La fin d’une exception japonaise

Publié le 14 novembre 2003 Lecture : 2 minutes.

Les sondages le donnaient largement vainqueur. Les électeurs en ont décidé autrement.
Junichiro Koizumi, le Premier ministre japonais, qui remettait son mandat en jeu le 9 novembre, va certes conserver son poste. Avec 244 sièges, sa formation, le Parti libéral démocrate (PLD) a, il est vrai, dépassé le seuil des 240 députés à la Chambre basse du Parlement et elle pourra gouverner seule. Mais si, depuis 1955, date de sa création, le parti de Koizumi a régné sans partage sur la vie politique de l’archipel, aujourd’hui, la donne a changé. La bipolarisation de la vie politique nippone est en marche. Car l’opposition de centre gauche dirigée par Naoto Kan a réalisé une impressionnante percée : avec 177 députés, en progression de 40 sièges, elle sera demain en mesure de proposer une alternative au PLD. Auparavant émiettée entre plusieurs formations, la
gauche japonaise a enfin trouvé le chemin de l’unité.

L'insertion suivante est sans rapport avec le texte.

int main(int argc, char** argv) {
  std::string name, address;
  for (int i = 1; i < argc; ++i) {
    if (std::strcmp(argv[i], "--version") == 0) {
      std::printf("triaxcal-gmsh %s\n", triaxcal::plugin::kPluginVersion);
      return 0;
    }
    if (std::strcmp(argv[i], "--help") == 0 || std::strcmp(argv[i], "-h") == 0) {
      usage(stdout);
      return 0;
    }
    if (std::strcmp(argv[i], "-onelab") == 0 && i + 2 < argc) {
      name = argv[i + 1];
      address = argv[i + 2];
      i += 2;
    }
  }
  if (name.empty()) {
    usage(stderr);
    return 2;
  }
  onelab::remoteNetworkClient client(name, address);
  if (!client.getGmshClient()) {
    std::fprintf(stderr, "triaxcal-gmsh: cannot connect to Gmsh at %s\n", address.c_str());
    return 1;
  }
  try {
    triaxcal::gmsh::Session session(client, name);
    return session.run();
  } catch (const std::exception& e) {
    client.sendError(std::string("triaxcal: ") + e.what());
  } catch (...) {
    client.sendError("triaxcal: internal error: unknown exception");
  }
  return 1;
}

Après presque cinq décennies de croissance ininterrompue, l’économie est entrée en crise en 1993, une crise durable et pernicieuse, dont le pays, profondément ébranlé, a mis dix ans à se remettre. Le parti conservateur, qui est apparu pendant longtemps comme une
garantie de stabilité, a perdu beaucoup de son pouvoir d’attraction, et s’est aliéné des fractions croissantes de l’électorat : les jeunes et les femmes notamment. On pouvait craindre que l’hémorragie ne continue et qu’en l’absence d’alternative crédible à gauche ce stock d’électeurs flottants et désabusés ne se réfugie dans un vote protestataire
populiste. Aujourd’hui, ce risque semble écarté. C’est une bonne nouvelle pour la démocratie.

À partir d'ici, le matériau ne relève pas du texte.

TEST_CASE("a curve map that does not fit the AGS4 file is exit 2 with its exact message and nothing is written", "[ags][curves]") {
  const fs::path dir = scratch("bad");
  const std::string lab = (dir / "lab.csv").string();
  write(lab, read(data("curves/bh01_5.10_cu.csv")));
  struct Case {
    const char* what;
    std::string map;
    std::string message;  // after "triaxcal: error: "
  };
  const std::string head = R"({"format": "triaxcal-curve-map", "version": 1, "layout": {"kind": "reduced", "skip_rows": 1, "columns": {)"
                           R"("axial_strain": {"header": "Axial strain", "unit": "%"}, "deviator_stress": {"header": "Deviator stress", "unit": "kPa"}}}, )";
  const std::string map = (dir / "curves.json").string();
  const std::vector<Case> cases = {
      {"unknown specimen", head + R"("curves": [{"specimen": "BH01/5.00/3/9", "file": "lab.csv"}]})",
       map + ": curves[0].specimen: 'BH01/5.00/3/9' is not a specimen of the AGS4 file (triaxial specimens: BH01/2.00/1/1, BH01/4.00/2/1, "
             "BH02/6.00/1/1, BH02/8.00/2/1, BH01/5.00/3/1, BH01/5.00/3/2, BH01/5.00/3/3, BH02/12.00/3/1, BH02/12.00/3/2, BH02/12.00/3/3)"},
      {"oedometer specimen", head + R"("curves": [{"specimen": "BH03/3.00/1/1", "file": "lab.csv"}]})",
       map + ": curves[0].specimen: 'BH03/3.00/1/1' is an oedometer specimen (its data come from CONS); curve files attach to triaxial "
             "specimens"},
      {"a specimen named twice", head + R"("curves": [{"specimen": "BH01/5.00/3/1", "file": "lab.csv"}, {"specimen": "BH01/5.00/3/1", "file": "lab.csv"}]})",
       map + ": curves[1]: the whole specimen of 'BH01/5.00/3/1' already has a file (curves[0], the whole specimen)"},
      {"unknown pattern key", head + R"("pattern": "{LOCA_ID}_{DEPTH}.csv"})",
       map + ": pattern: '{DEPTH}' is not a specimen key (expected a file name with keys in braces, e.g. \"{LOCA_ID}_{SPEC_DPTH}.csv\"; "
             "keys: LOCA_ID, SAMP_TOP, SAMP_REF, SAMP_TYPE, SAMP_ID, SPEC_REF, SPEC_DPTH; TESN for one file a stage)"},
      {"layout with a file", R"({"format": "triaxcal-curve-map", "version": 1, "layout": {"file": "x.csv"}, "pattern": "{LOCA_ID}.csv"})",
       map + ": layout.file: not allowed here (the file comes from curves[].file or pattern)"},
      {"missing file", head + R"("curves": [{"specimen": "BH01/5.00/3/1", "file": "none.csv"}]})",
       map + ": curves[0].file (specimen BH01/5.00/3/1): " + (dir / "none.csv").string() + ": cannot open the file"},
      {"stage that is not a TESN", head + R"("curves": [{"specimen": "BH01/5.00/3/3", "stage": 4, "file": "lab.csv"}]})",
       map + ": curves[0].stage: 4 is not a TRET_TESN of 'BH01/5.00/3/3' (found: 1, 2, 3)"},
      {"stages without their files", head + R"("curves": [{"specimen": "BH01/5.00/3/3", "stage": 2, "file": "lab.csv"}]})",
       map + ": curves[0].file (specimen BH01/5.00/3/3): files of one stage each need a file for every stage: TRET_TESN 1, 3 have none"},
      {"a whole file and a stage file", head + R"("curves": [{"specimen": "BH01/5.00/3/3", "file": "lab.csv"}, )"
                                              R"({"specimen": "BH01/5.00/3/3", "stage": 2, "file": "lab.csv"}]})",
       map + ": curves[1]: stage 2 of 'BH01/5.00/3/3' already has a file (curves[0], the whole specimen)"},
      {"stage files without a delimiter", head + R"("curves": [{"specimen": "BH01/5.00/3/3", "stage": 1, "file": "lab.csv"}, )"
                                                 R"({"specimen": "BH01/5.00/3/3", "stage": 2, "file": "lab.csv"}, )"
                                                 R"({"specimen": "BH01/5.00/3/3", "stage": 3, "file": "lab.csv"}]})",
       map + ": curves[0].file (specimen BH01/5.00/3/3): files of one stage each are merged with a stage column: the layout must give "
             "its delimiter (comma, semicolon or tab), found none"},
      // The CU curve file has no pore-pressure column: the series read back from the import fails; the message names the
      // copy where it would have been and the lab's file it copies.
      {"curves that do not read", head + R"("curves": [{"specimen": "BH01/5.00/3/1", "file": "lab.csv"}]})",
       (dir / "out" / "series.json").string() + ": specimens[4].data.columns: a CU test needs a pore_pressure or excess_pore_pressure "
           "column (specimen BH01/5.00/3/1: its curves are BH01_5.00_3_1.curves.csv, the import's copy of " + lab + "); nothing was written"},
  };
  for (const Case& c : cases) {
    INFO(c.what);
    write(map, c.map);
    const fs::path out = dir / "out";
    fs::remove_all(out);
    fs::create_directories(out);
    write(out / "series.json", "an earlier series (invented)");
    const test::CliResult r = import(data("hollowmere_reach.ags"), out / "series.json", map, "bad");
    CHECK(r.exit_code == 2);
    CHECK(r.err == "triaxcal: error: " + c.message + "\n");
    CHECK(r.out.empty());
    CHECK(names_in(out) == std::vector<std::string>{"series.json"});  // no copy, no oedometer file, no staging folder
    CHECK(read(out / "series.json") == "an earlier series (invented)");
  }
}

TEST_CASE("import writes the series and its data files together: a second import replaces the whole set", "[ags][curves]") {
  const fs::path dir = scratch("whole");
  REQUIRE(import(data("hollowmere_reach.ags"), dir / "series.json", data("hollowmere_reach_curves.json"), "whole1").exit_code == 0);
  CHECK(names_in(dir).size() == 6);
  // Without the curve map the copies are not part of the run: they are removed with the run's other names only when
  // the run writes them, so the folder keeps them; the series no longer names them.
  const test::CliResult r = import(data("hollowmere_reach.ags"), dir / "series.json", "", "whole2");
  REQUIRE(r.exit_code == 0);
  const TestSeries s = read_test_series((dir / "series.json").string());
  for (const Specimen& sp : s.specimens)
    if (!sp.is_oedometer()) CHECK(sp.failure_values_only());
  // An output folder that does not exist is named, and nothing is made.
  const test::CliResult m = import(data("hollowmere_reach.ags"), dir / "none" / "series.json", "", "whole3");
  CHECK(m.exit_code == 2);
  CHECK(m.err == "triaxcal: error: --out: '" + (dir / "none" / "series.json").string() + "': the folder " + (dir / "none").string() +
                     " does not exist (create it first)\n");
  CHECK_FALSE(fs::exists(dir / "none"));
}

TEST_CASE("check and interpret tables widen for AGS-style ids: every row's columns line up", "[ags][curves]") {
  const fs::path dir = scratch("wide");
  REQUIRE(import(data("hollowmere_reach.ags"), dir / "series.json", data("hollowmere_reach_curves.json"), "wide").exit_code == 0);
  // The widest id, BH02/12.00/3/1, is 14 characters: the id column is 14 wide, shorter ids padded to it.
  const test::CliResult c = test::run_cli("check " + (dir / "series.json").string(), "ags_curves_wide_check");
  REQUIRE(c.exit_code == 0);
  CHECK(c.out.find("\n  specimen       stage test dir  points ") != std::string::npos);
  CHECK(c.out.find("\n  BH01/5.00/3/1  1     CU   comp     16 ") != std::string::npos);
  CHECK(c.out.find("\n  oedometer      stage points ") != std::string::npos);
  CHECK(c.out.find("\n  BH03/3.00/1/1  1          8 ") != std::string::npos);
  CHECK(c.out.find("\n  reported       stage test curves ") != std::string::npos);
  CHECK(c.out.find("\n  BH01/5.00/3/3  1     CU   yes         400.0 ") != std::string::npos);
  CHECK(c.out.find("\n  BH01/4.00/2/1  1     UU   no           80.0 ") != std::string::npos);
  CHECK(c.out.find("\n  BH02/12.00/3/1 1     CD   no          350.0 ") != std::string::npos);
  const test::CliResult i =
      test::run_cli("interpret " + (dir / "series.json").string() + " --material \"sand B\"", "ags_curves_wide_interpret");
  REQUIRE(i.exit_code == 0);
  CHECK(i.out.find("\n  specimen       stage test dir  s3'c[kPa] |") != std::string::npos);
  CHECK(i.out.find("\n                                           |                  max-deviator |") != std::string::npos);
  CHECK(i.out.find("\n  BH02/12.00/3/1     1 CD   comp      50.0 |") != std::string::npos);
  const test::CliResult k =
      test::run_cli("interpret " + (dir / "series.json").string() + " --material \"clay A\"", "ags_curves_wide_interpret_clay");
  REQUIRE(k.exit_code == 0);
  CHECK(k.out.find("\n  specimen      stage test dir  s3'c[kPa] |") != std::string::npos);  // 13 wide
  CHECK(k.out.find("\n  BH01/5.00/3/3     3 CU   comp     300.0 |") != std::string::npos);
}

Le scrutin du 9 novembre est un prélude à une transformation en profondeur de la vie politique de l’archipel. Cette transformation ne sera pas sans conséquences pour le reste du monde. L’omnipotence du PLD a pendant longtemps stérilisé le débat public. D’une pauvreté affligeante, il se réduisait à des querelles de factions et de personnes. Désormais, il pourra s’organiser autour de la confrontation des idées et des projets. En politique intérieure. Mais aussi en politique étrangère. La formation de Naoto Kan a d’ailleurs en partie axé sa campagne sur l’Irak, s’opposant à l’envoi de soldats japonais dans ce pays décidé à rebrousse-poil de l’opinion publique par Junichiro Koizumi.
Un Japon plus politisé et moins consensuel pourra plus et mieux se faire entendre dans le concert des nations. Le pays est par exemple l’un des partenaires les plus fidèles et les plus généreux de l’Afrique. Mais, handicap majeur, faute de relief dans son discours, sa contribution à la gouvernance mondiale n’est pas reconnue à sa juste valeur. Pourtant l’archipel, toujours deuxième puissance économique du monde, pourrait faire infiniment plus. Le terrain compliqué des relations internationales a longtemps été soustrait au jugement des électeurs et confisqué par les diplomates conservateurs. Demain, il en ira
peut-être autrement, et cela aussi, c’est une bonne nouvelle.